## Input for this task

"""Planning one covariate of ``attach``: its options read through the registries, its times and rows.

:func:`validate` reads every option of one covariate (the vocabularies through
their registries) into a :class:`Request`; :func:`plan_times` adds the grid's time
steps and the baseline (:class:`Times`); :func:`plan_rows` gives each row its site,
window and source (an :class:`~envlink.extract.plan.ExtractionPlan`) and the QA
codes found so far. :class:`TableRows` holds what every covariate of one call reads
from the table and the grid alike (sites, period dates, the grid's layout and time
steps), so several covariates parse them once.
"""

from __future__ import annotations

import hashlib
from dataclasses import dataclass, field, replace
from typing import Any, cast

import numpy as np
import pandas as pd
import xarray as xr

from envlink.core.columns import COVARIATE_NAME_RULE, COVARIATE_SUFFIXES, covariate_name_ok
from envlink.core.flags import RowFlags
from envlink.core.registry import Choice
from envlink.core.versions import software_versions
from envlink.errors import InputError, param_error
from envlink.extract.options import parse_baseline
from envlink.extract.plan import ExtractionPlan
from envlink.extract.rules import SPATIAL_RULES, SpatialRule
from envlink.extract.spatial import GridGeometry
from envlink.extract.statistics import STATISTICS, Statistic, parse_statistic
from envlink.extract.stats import Steps, row_spans, within_span
from envlink.extract.windows import (
    TIME_WEIGHTS,
    WINDOWS,
    PeriodDates,
    Window,
    baseline_window,
    period_dates,
    window_bounds,
    without_empty,
)

__all__ = ["Request", "Times", "TableRows", "validate", "plan_times", "plan_rows", "provenance", "CALLER"]

CALLER = "attach"


@dataclass(frozen=True)
class Request:
    """The validated options of one covariate."""

    name: str
    stat: Choice[Any]
    window: Choice[Any]
    spatial: Choice[Any]
    base_years: tuple[int, int] | None
    mmm: float | xr.DataArray | None
    time_weights: str
    min_coverage: float

    @property
    def statistic(self) -> Statistic:
        """The statistic object."""
        return cast(Statistic, self.stat.entry.obj)

    @property
    def rule(self) -> SpatialRule:
        """The spatial rule object."""
        return cast(SpatialRule, self.spatial.entry.obj)


@dataclass(frozen=True)
class Times:
    """The grid's layout and time steps, and the baseline."""

    geom: GridGeometry
    steps: Steps
    calendar: str
    base: tuple[float, float]
    base_label: str
    in_base: np.ndarray


@dataclass
class TableRows:
    """What every covariate of one call reads alike from the table and the grid, read once."""

    table: pd.DataFrame
    grid: xr.DataArray
    _sites: dict[bool, tuple[np.ndarray, ...]] = field(default_factory=dict)
    _periods: dict[str, tuple[PeriodDates, np.ndarray, np.ndarray]] = field(default_factory=dict)
    _geom: GridGeometry | None = None
    _steps: dict[str, Steps] = field(default_factory=dict)
    shared: dict[Any, Any] = field(default_factory=dict)

    @property
    def geom(self) -> GridGeometry:
        """The grid's horizontal layout."""
        if self._geom is None:
            self._geom = GridGeometry(self.grid)
        return self._geom

    def steps(self, calendar: str) -> Steps:
        """The grid's time steps as day numbers in ``calendar``."""
        if calendar not in self._steps:
            self._steps[calendar] = Steps.from_grid(self.grid, calendar)
        return self._steps[calendar]

    def sites(self, needs_wkt: bool) -> tuple[np.ndarray, ...]:
        """Each row's latitude, longitude (in [-180, 180)), polygon text and rejection."""
        if needs_wkt not in self._sites:
            self._sites[needs_wkt] = _site_columns(self.table, needs_wkt)
        return self._sites[needs_wkt]

    def periods(self, calendar: str) -> tuple[PeriodDates, np.ndarray, np.ndarray]:
        """Each row's period as day numbers in ``calendar``, whether it reads, whether it was clipped."""
        if calendar not in self._periods:
            self._periods[calendar] = period_dates(self.table["period_start"], self.table["period_end"], calendar)
        return self._periods[calendar]


def validate(table: pd.DataFrame, grid: xr.DataArray, name: str, *, stat: Any, window: Any, spatial: Any,
             baseline: str | tuple[int, int] | None, mmm: Any, time_weights: str, min_coverage: float,
             threshold: float | None) -> Request:
    """Check every option of one covariate; the vocabularies are read through their registries."""
    if not isinstance(table, pd.DataFrame):
        raise param_error("table", CALLER, "a pandas DataFrame", type(table).__name__)
    if not isinstance(grid, xr.DataArray):
        raise param_error("grid", CALLER, "an xarray.DataArray in envlink's normalised form (envlink.open_grid)",
                          type(grid).__name__)
    if not covariate_name_ok(name):
        raise param_error("name", CALLER, COVARIATE_NAME_RULE, name)
    clash = [name + s for s in COVARIATE_SUFFIXES if name + s in table.columns]
    if clash:
        raise InputError(f"The table already has column {clash[0]!r}; choose another --name so no input column "
                         "is overwritten.")
    st = parse_statistic(stat, threshold)
    win, sp = WINDOWS.parse(window), SPATIAL_RULES.parse(spatial)
    base_years = parse_baseline(baseline)
    weights = TIME_WEIGHTS.parse(time_weights).name
    try:
        min_cov = float(min_coverage)
    except (TypeError, ValueError):
        raise param_error("min_coverage", CALLER, "a fraction from 0 to 1", min_coverage) from None
    if not 0.0 <= min_cov <= 1.0:
        raise param_error("min_coverage", CALLER, "a fraction from 0 to 1", min_coverage)
    mmm = _check_mmm(mmm, cast(Statistic, st.entry.obj))
    from envlink.tables import require_columns

    require_columns(table, ["site_lat", "site_lon", "period_start", "period_end"],
                    what="table (run envlink.locate first)")
    return Request(name, st, win, sp, base_years, mmm, weights, min_cov)


def _check_mmm(mmm: Any, statistic: Statistic) -> float | xr.DataArray | None:
    """``mmm=``: None, a climatology grid, or a finite number, and only where the statistic reads it."""
    if mmm is None:
        return None
    if not statistic.takes_mmm:
        takers = " or ".join(repr(e.name) for e in STATISTICS if e.obj is not None and e.obj.takes_mmm)
        raise param_error("mmm", CALLER, f"given only with stat={takers}", mmm)
    if isinstance(mmm, xr.DataArray):
        return mmm
    allowed = "a finite number in degC or a DataArray with dims (lat, lon)"
    if isinstance(mmm, bool | np.bool_):
        raise param_error("mmm", CALLER, allowed, mmm)
    try:
        value = float(mmm)
    except (TypeError, ValueError):
        raise param_error("mmm", CALLER, allowed, mmm) from None
    if not np.isfinite(value):
        raise param_error("mmm", CALLER, allowed, mmm)
    return value


def plan_times(rows: TableRows, req: Request) -> Times:
    """The grid's geometry and time steps, and the baseline, checked against the statistic."""
    grid = rows.grid
    calendar = str(grid.attrs.get("calendar", "standard"))
    geom = rows.geom
    steps = rows.steps(calendar)
    statistic = req.statistic
    if statistic.needs_daily and not np.allclose(np.median(steps.length), 1.0, atol=0.01):
        raise InputError(f"stat {req.stat.name!r} needs a daily grid; this grid's steps are "
                         f"{np.median(steps.length):g} days long.")
    if req.base_years is None:
        base = (float(steps.t0[0]), float(steps.t1[-1]))
        label = f"{int(steps.year[0])}-{int(steps.year[-1])} (grid span)"
    else:
        base = baseline_window(req.base_years, calendar)
        label = f"{req.base_years[0]}-{req.base_years[1]}"
    in_base = (steps.t0 >= base[0]) & (steps.t1 <= base[1])
    if statistic.needs_baseline and not in_base.any():
        raise InputError(f"The baseline {label} holds no time step of the grid (it covers "
                         f"{int(steps.year[0])}-{int(steps.year[-1])}).")
    return Times(geom, steps, calendar, base, label, in_base)


def provenance(grid: xr.DataArray, req: Request, times: Times) -> dict[str, Any]:
    """The provenance of one covariate's values (its options, the grid, the software)."""
    import json

    mmm = req.mmm
    text = grid.attrs.get("envlink_identity")
    try:
        ident = json.loads(text) if text else None
    except (TypeError, ValueError):
        ident = text
    prov: dict[str, Any] = {
        "grid_identity": ident, "variable": grid.attrs.get("envlink_variable", grid.name),
        "units": req.statistic.units_of(grid.attrs.get("units", "")),
        "stat": req.stat.label(), "window": req.window.label(), "spatial": req.spatial.label(),
        "baseline": times.base_label,
        "mmm": mmm if not isinstance(mmm, xr.DataArray)
        else "grid:" + str(mmm.attrs.get("envlink_identity", mmm.name)),
        "time_weights": req.time_weights, "min_coverage": req.min_coverage, "calendar": times.calendar,
    }
    if isinstance(mmm, xr.DataArray):
        prov["mmm_hash"] = hashlib.sha256(np.ascontiguousarray(mmm.values).tobytes()).hexdigest()
    prov["software"] = software_versions()
    if not req.statistic.needs_baseline:  # the baseline is recorded only where it is used
        del prov["baseline"]
    return prov


def _site_columns(table: pd.DataFrame, needs_wkt: bool) -> tuple[np.ndarray, ...]:
    """Each row's latitude, longitude (in [-180, 180)), polygon text and rejection."""
    n = len(table)
    lat = pd.to_numeric(table["site_lat"], errors="coerce").to_numpy(dtype=np.float64, na_value=np.nan)
    lon = pd.to_numeric(table["site_lon"], errors="coerce").to_numpy(dtype=np.float64, na_value=np.nan)
    lat = np.where(np.isfinite(lat) & (np.abs(lat) <= 90.0), lat, np.nan)
    fin = np.isfinite(lon)
    lon = np.where(fin, np.mod(np.where(fin, lon, 0.0) + 180.0, 360.0) - 180.0, np.nan)
    rejected = (
        (table["locate_status"].astype("string") == "rejected").fillna(False).to_numpy(dtype=bool)
        if "locate_status" in table
        else np.zeros(n, dtype=bool)
    )
    if needs_wkt and "site_wkt" in table:
        wkt = table["site_wkt"].astype("string").fillna("").to_numpy().astype(str)
    else:
        wkt = np.full(n, "").astype(str)
    return lat, lon, wkt, rejected


def plan_rows(rows: TableRows, req: Request, times: Times) -> tuple[ExtractionPlan, RowFlags]:
    """Each row's site, window and source (the plan), with the QA codes found so far."""
    n = len(rows.table)
    statistic, rule = req.statistic, req.rule
    lat, lon, wkt, rejected = rows.sites(rule.needs_wkt)
    dates, dates_ok, clipped = rows.periods(times.calendar)
    rule_w = cast(Window, req.window.entry.obj)
    ws_all, we_all = window_bounds(rule_w, dates, req.window.value, times.calendar)
    dates_ok, clipped, empty = without_empty(dates_ok, clipped, ws_all, we_all)
    flags = RowFlags(n)
    site_ok = ~rejected & np.isfinite(lat) & np.isfinite(lon)
    period_ok = dates_ok | statistic.whole_baseline
    flags.add(~site_ok, "site_rejected")
    flags.add(site_ok & ~period_ok & ~empty, "no_period")
    flags.add(site_ok & ~period_ok & empty, "window_not_in_calendar")
    flags.add(clipped, "date_clipped_to_calendar")
    active = site_ok & period_ok
    gap = rule.in_lon_gap(times.geom, lon, wkt, active)
    flags.add(gap, "outside_grid")
    active &= ~gap
    b0, b1 = times.base
    if statistic.whole_baseline:
        ws, we = np.full(n, b0), np.full(n, b1)
    else:
        ws, we = np.where(dates_ok, ws_all, b0), np.where(dates_ok, we_all, b1)
    spans = row_spans(times.steps, ws, we)
    # Only a window wholly outside the grid's span is outside_grid_time; one inside the
    # span that falls wholly in a gap (a missing day or file) stays active and gets
    # coverage 0 and no_data_in_window, like any other window without data.
    outside = ~spans.has & ~within_span(times.steps, ws, we)
    flags.add(active & outside, "outside_grid_time")
    active &= ~outside
    plan = ExtractionPlan(
        stat=req.stat, window=req.window, spatial=req.spatial, time_weights=req.time_weights,
        min_coverage=req.min_coverage, mmm=req.mmm, geom=times.geom, steps=times.steps,
        calendar=times.calendar, in_base=times.in_base, base=times.base, lat=lat, lon=lon, wkt=wkt,
        active=active, window_start=ws, spans=spans, shared=rows.shared,
    )
    srcs = rule.sources(plan)
    flags.extend(srcs.row_flags)
    return replace(plan, sources=srcs), flags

## Directions
Say how many of the lines above include the word "replace", giving the figure alone.

## Written solution
2